The problem: Reproduce each of the following records without any deviation.

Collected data
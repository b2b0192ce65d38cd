"""The robustness requirements (EG110–EG112) as a user meets them: model-file keys, verdicts
with their brackets, uncertain verdicts, refusals, reports, baselines (EG211–EG213), the
cache and the command line.

References beside each check:

* normal matrices: the distance to instability is the distance of the spectrum to the
  imaginary axis, ‖e^{At}‖ is 1 at its peak (t = 0), and the ε-pseudospectrum is the union
  of ε-discs about the eigenvalues, so its abscissa is α(A) + ε (Trefethen & Embree, Spectra
  and Pseudospectra, 2005, ch. 2 and 14);
* A = [[−1, k], [0, −2]]: e^{At} = [[e^{−t}, k(e^{−t} − e^{−2t})], [0, e^{−2t}]] (closed form of
  the exponential of a triangular 2×2 matrix with distinct diagonal; common practice),
  checked against scipy.linalg.expm on a fine grid;
* python-control's H∞ norm (``control.norm(sys, "inf")``, its own Hamiltonian bisection) for the structured radius
  1/‖C(sI − A)⁻¹B‖∞ (Hinrichsen & Pritchard, Systems & Control Letters 1986).
"""

from __future__ import annotations

import json
import math
import textwrap
from pathlib import Path

import numpy as np
import pytest
import yaml
from scipy.linalg import expm
from support import run_cli

from eigengate.baseline.regressions import compare, parse_tolerances
from eigengate.baseline.store import baseline_entry_from
from eigengate.baseline.fileformat import dump_text, parse
from eigengate.errors import ModelError
from eigengate.load.loader import load_models
from eigengate.model.core import from_arrays
from eigengate.rules.catalogue import explain_rule, RULES
from eigengate.rules.parsing import parse_requirements
from eigengate.rules.robustness import MaxTransientGrowth, MinStabilityRadius
from eigengate.scan.engine import analyse_model


def _model(A, reqs, require=None, **kw):
    import dataclasses

    m = from_arrays(np.asarray(A, float), requirements=parse_requirements(reqs, "m.yaml"),
                    source="models/m.yaml", name="m", **kw)
    return dataclasses.replace(m, require=require)


def _verdicts(A, reqs, **kw):
    return {v.rule: v for v in analyse_model(_model(A, reqs, **kw)).verdicts}


def _peak(k: float) -> tuple[float, float]:
    """max ‖e^{At}‖₂ of [[−1, k], [0, −2]] and its time: scipy's expm on a fine grid, then a
    bounded Brent refinement (scipy.optimize)."""
    from scipy.optimize import minimize_scalar

    A = np.array([[-1.0, k], [0.0, -2.0]])
    ts = np.linspace(0, 4, 801)  # the peak lies near t = 0.66 (k = 10)
    g = [np.linalg.norm(expm(A * t), 2) for t in ts]
    i = int(np.argmax(g))
    r = minimize_scalar(lambda t: -np.linalg.norm(expm(A * t), 2),
                        bounds=(ts[max(i - 1, 0)], ts[min(i + 1, len(ts) - 1)]), method="bounded",
                        options={"xatol": 1e-12})
    return -r.fun, r.x


# ------------------------------------------------------------------ verdicts
def test_normal_matrix_figures_and_verdicts():
    # diag(−1, −3): radius 1, growth 1, ε-abscissa −1 + ε (normal matrices; T&E ch. 2)
    v = _verdicts([[-1.0, 0.0], [0.0, -3.0]],
                  {"min_stability_radius": 0.9, "max_transient_growth": 1.0,
                   "max_pseudospectral_abscissa": {"epsilon": 0.1, "max": -0.85}})
    r, g, a = v["EG110"], v["EG111"], v["EG112"]
    assert r.passed and g.passed and a.passed
    assert r.figure.lower <= 1.0 <= r.figure.upper and r.figure.value == pytest.approx(1, 1e-9)
    assert g.figure.value == pytest.approx(1.0, abs=1e-12) and g.figure.at[0] == 0.0
    assert a.figure.value == pytest.approx(-0.9, abs=1e-8)
    assert r.decided_by == g.decided_by == a.decided_by == "estimated"
    assert r.margin == pytest.approx(0.1, abs=1e-8)
    assert "stability radius 1" in r.message and "≥ 0.9" in r.message


def test_non_normal_growth_peak_and_time_against_expm():
    k = 10.0
    peak, t_peak = _peak(k)
    v = _verdicts([[-1.0, k], [0.0, -2.0]], {"max_transient_growth": 2.0})["EG111"]
    f = v.figure
    assert not v.passed and f.lower <= peak * (1 + 1e-9) and f.upper >= peak * (1 - 1e-9)
    assert f.value == pytest.approx(peak, rel=1e-6) and f.at[0] == pytest.approx(t_peak, rel=1e-3)
    assert f.at_label == "t (s)" and "at t = " in v.message and "violates ≤ 2" in v.message
    assert v.suggestion.startswith("passes with max_transient_growth ≥ ")
    # a curve for the report's plot: starts at (0, 1), its largest value is below the bracket
    assert f.curve[0] == (0.0, pytest.approx(1.0)) and max(y for _, y in f.curve) <= f.upper


def test_a_threshold_inside_the_bracket_is_uncertain_and_follows_on_uncertain():
    A = [[-1.0, 10.0], [0.0, -2.0]]
    f = _verdicts(A, {"max_transient_growth": 2.0})["EG111"].figure
    assert f.lower < f.upper  # the growth bracket has a width: put the threshold inside it
    mid = 0.5 * (f.lower + f.upper)
    failed = _verdicts(A, {"max_transient_growth": mid})["EG111"]
    assert failed.uncertain and not failed.passed and failed.decided_by == "uncertain"
    assert "lies within the bracket" in failed.message and "on_uncertain=fail" in failed.message
    passed = _verdicts(A, {"max_transient_growth": mid}, on_uncertain="pass")["EG111"]
    assert passed.uncertain and passed.passed
    # require: certified turns every robustness verdict into an uncertain one (they are
    # estimated by floating-point level-set tests, not enclosed)
    strict = _verdicts([[-1.0, 0.0], [0.0, -3.0]], {"min_stability_radius": 0.5},
                       require="certified")["EG110"]
    assert strict.decided_by == "uncertain" and not strict.passed


def test_unstable_and_marginal_models_fail_before_any_figure():
    v = _verdicts([[0.5, 0.0], [0.0, -1.0]],
                  {"min_stability_radius": 1e-6, "max_transient_growth": 1e9,
                   "max_pseudospectral_abscissa": {"epsilon": 1e-9, "max": 100.0}})
    assert not any(x.passed for x in v.values())
    assert v["EG110"].measured == 0.0 and math.isinf(v["EG111"].measured)
    assert "unstable (1 eigenvalue in the right half-plane)" in v["EG110"].message
    marginal = _verdicts([[0.0, 1.0], [-1.0, 0.0]], {"min_stability_radius": 1e-6})["EG110"]
    assert not marginal.passed and "not asymptotically stable" in marginal.message


def test_structured_radius_is_one_over_the_hinf_norm_of_python_control():
    import control

    A = np.array([[-0.2, 5.0, 0.0], [-5.0, -0.2, 1.0], [0.0, 0.0, -3.0]])
    B = [[0.0], [1.0], [0.0]]
    C = [[1.0, 0.0, 0.0]]
    gam = control.norm(control.ss(A, B, C, 0), "inf", tol=1e-10, method="scipy")
    v = _verdicts(A, {"min_stability_radius": {"min": 0.01, "structure": {"B": B, "C": C}}})
    f = v["EG110"].figure
    assert f.name == "structured_stability_radius" and v["EG110"].passed
    assert f.value == pytest.approx(1 / gam, rel=1e-6)
    assert "structure: {B: 3×1, C: 1×3}" in v["EG110"].requirement
    # the real radius is at least the complex one (Qiu et al., Automatica 1995)
    real = _verdicts(A, {"min_stability_radius": {"min": 0.01, "structure": {"B": B, "C": C},
                                                  "real": True}})["EG110"].figure
    assert real.name == "real_stability_radius" and real.value >= f.value * (1 - 1e-9)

Your solution:
repository b2b0192ce65d38cd
"""The robustness requirements (EG110–EG112) as a user meets them: model-file keys, verdicts
with their brackets, uncertain verdicts, refusals, reports, baselines (EG211–EG213), the
cache and the command line.

References beside each check:

* normal matrices: the distance to instability is the distance of the spectrum to the
  imaginary axis, ‖e^{At}‖ is 1 at its peak (t = 0), and the ε-pseudospectrum is the union
  of ε-discs about the eigenvalues, so its abscissa is α(A) + ε (Trefethen & Embree, Spectra
  and Pseudospectra, 2005, ch. 2 and 14);
* A = [[−1, k], [0, −2]]: e^{At} = [[e^{−t}, k(e^{−t} − e^{−2t})], [0, e^{−2t}]] (closed form of
  the exponential of a triangular 2×2 matrix with distinct diagonal; common practice),
  checked against scipy.linalg.expm on a fine grid;
* python-control's H∞ norm (``control.norm(sys, "inf")``, its own Hamiltonian bisection) for the structured radius
  1/‖C(sI − A)⁻¹B‖∞ (Hinrichsen & Pritchard, Systems & Control Letters 1986).
"""

from __future__ import annotations

import json
import math
import textwrap
from pathlib import Path

import numpy as np
import pytest
import yaml
from scipy.linalg import expm
from support import run_cli

from eigengate.baseline.regressions import compare, parse_tolerances
from eigengate.baseline.store import baseline_entry_from
from eigengate.baseline.fileformat import dump_text, parse
from eigengate.errors import ModelError
from eigengate.load.loader import load_models
from eigengate.model.core import from_arrays
from eigengate.rules.catalogue import explain_rule, RULES
from eigengate.rules.parsing import parse_requirements
from eigengate.rules.robustness import MaxTransientGrowth, MinStabilityRadius
from eigengate.scan.engine import analyse_model


def _model(A, reqs, require=None, **kw):
    import dataclasses

    m = from_arrays(np.asarray(A, float), requirements=parse_requirements(reqs, "m.yaml"),
                    source="models/m.yaml", name="m", **kw)
    return dataclasses.replace(m, require=require)


def _verdicts(A, reqs, **kw):
    return {v.rule: v for v in analyse_model(_model(A, reqs, **kw)).verdicts}


def _peak(k: float) -> tuple[float, float]:
    """max ‖e^{At}‖₂ of [[−1, k], [0, −2]] and its time: scipy's expm on a fine grid, then a
    bounded Brent refinement (scipy.optimize)."""
    from scipy.optimize import minimize_scalar

    A = np.array([[-1.0, k], [0.0, -2.0]])
    ts = np.linspace(0, 4, 801)  # the peak lies near t = 0.66 (k = 10)
    g = [np.linalg.norm(expm(A * t), 2) for t in ts]
    i = int(np.argmax(g))
    r = minimize_scalar(lambda t: -np.linalg.norm(expm(A * t), 2),
                        bounds=(ts[max(i - 1, 0)], ts[min(i + 1, len(ts) - 1)]), method="bounded",
                        options={"xatol": 1e-12})
    return -r.fun, r.x


# ------------------------------------------------------------------ verdicts
def test_normal_matrix_figures_and_verdicts():
    # diag(−1, −3): radius 1, growth 1, ε-abscissa −1 + ε (normal matrices; T&E ch. 2)
    v = _verdicts([[-1.0, 0.0], [0.0, -3.0]],
                  {"min_stability_radius": 0.9, "max_transient_growth": 1.0,
                   "max_pseudospectral_abscissa": {"epsilon": 0.1, "max": -0.85}})
    r, g, a = v["EG110"], v["EG111"], v["EG112"]
    assert r.passed and g.passed and a.passed
    assert r.figure.lower <= 1.0 <= r.figure.upper and r.figure.value == pytest.approx(1, 1e-9)
    assert g.figure.value == pytest.approx(1.0, abs=1e-12) and g.figure.at[0] == 0.0
    assert a.figure.value == pytest.approx(-0.9, abs=1e-8)
    assert r.decided_by == g.decided_by == a.decided_by == "estimated"
    assert r.margin == pytest.approx(0.1, abs=1e-8)
    assert "stability radius 1" in r.message and "≥ 0.9" in r.message


def test_non_normal_growth_peak_and_time_against_expm():
    k = 10.0
    peak, t_peak = _peak(k)
    v = _verdicts([[-1.0, k], [0.0, -2.0]], {"max_transient_growth": 2.0})["EG111"]
    f = v.figure
    assert not v.passed and f.lower <= peak * (1 + 1e-9) and f.upper >= peak * (1 - 1e-9)
    assert f.value == pytest.approx(peak, rel=1e-6) and f.at[0] == pytest.approx(t_peak, rel=1e-3)
    assert f.at_label == "t (s)" and "at t = " in v.message and "violates ≤ 2" in v.message
    assert v.suggestion.startswith("passes with max_transient_growth ≥ ")
    # a curve for the report's plot: starts at (0, 1), its largest value is below the bracket
    assert f.curve[0] == (0.0, pytest.approx(1.0)) and max(y for _, y in f.curve) <= f.upper


def test_a_threshold_inside_the_bracket_is_uncertain_and_follows_on_uncertain():
    A = [[-1.0, 10.0], [0.0, -2.0]]
    f = _verdicts(A, {"max_transient_growth": 2.0})["EG111"].figure
    assert f.lower < f.upper  # the growth bracket has a width: put the threshold inside it
    mid = 0.5 * (f.lower + f.upper)
    failed = _verdicts(A, {"max_transient_growth": mid})["EG111"]
    assert failed.uncertain and not failed.passed and failed.decided_by == "uncertain"
    assert "lies within the bracket" in failed.message and "on_uncertain=fail" in failed.message
    passed = _verdicts(A, {"max_transient_growth": mid}, on_uncertain="pass")["EG111"]
    assert passed.uncertain and passed.passed
    # require: certified turns every robustness verdict into an uncertain one (they are
    # estimated by floating-point level-set tests, not enclosed)
    strict = _verdicts([[-1.0, 0.0], [0.0, -3.0]], {"min_stability_radius": 0.5},
                       require="certified")["EG110"]
    assert strict.decided_by == "uncertain" and not strict.passed


def test_unstable_and_marginal_models_fail_before_any_figure():
    v = _verdicts([[0.5, 0.0], [0.0, -1.0]],
                  {"min_stability_radius": 1e-6, "max_transient_growth": 1e9,
                   "max_pseudospectral_abscissa": {"epsilon": 1e-9, "max": 100.0}})
    assert not any(x.passed for x in v.values())
    assert v["EG110"].measured == 0.0 and math.isinf(v["EG111"].measured)
    assert "unstable (1 eigenvalue in the right half-plane)" in v["EG110"].message
    marginal = _verdicts([[0.0, 1.0], [-1.0, 0.0]], {"min_stability_radius": 1e-6})["EG110"]
    assert not marginal.passed and "not asymptotically stable" in marginal.message


def test_structured_radius_is_one_over_the_hinf_norm_of_python_control():
    import control

    A = np.array([[-0.2, 5.0, 0.0], [-5.0, -0.2, 1.0], [0.0, 0.0, -3.0]])
    B = [[0.0], [1.0], [0.0]]
    C = [[1.0, 0.0, 0.0]]
    gam = control.norm(control.ss(A, B, C, 0), "inf", tol=1e-10, method="scipy")
    v = _verdicts(A, {"min_stability_radius": {"min": 0.01, "structure": {"B": B, "C": C}}})
    f = v["EG110"].figure
    assert f.name == "structured_stability_radius" and v["EG110"].passed
    assert f.value == pytest.approx(1 / gam, rel=1e-6)
    assert "structure: {B: 3×1, C: 1×3}" in v["EG110"].requirement
    # the real radius is at least the complex one (Qiu et al., Automatica 1995)
    real = _verdicts(A, {"min_stability_radius": {"min": 0.01, "structure": {"B": B, "C": C},
                                                  "real": True}})["EG110"].figure
    assert real.name == "real_stability_radius" and real.value >= f.value * (1 - 1e-9)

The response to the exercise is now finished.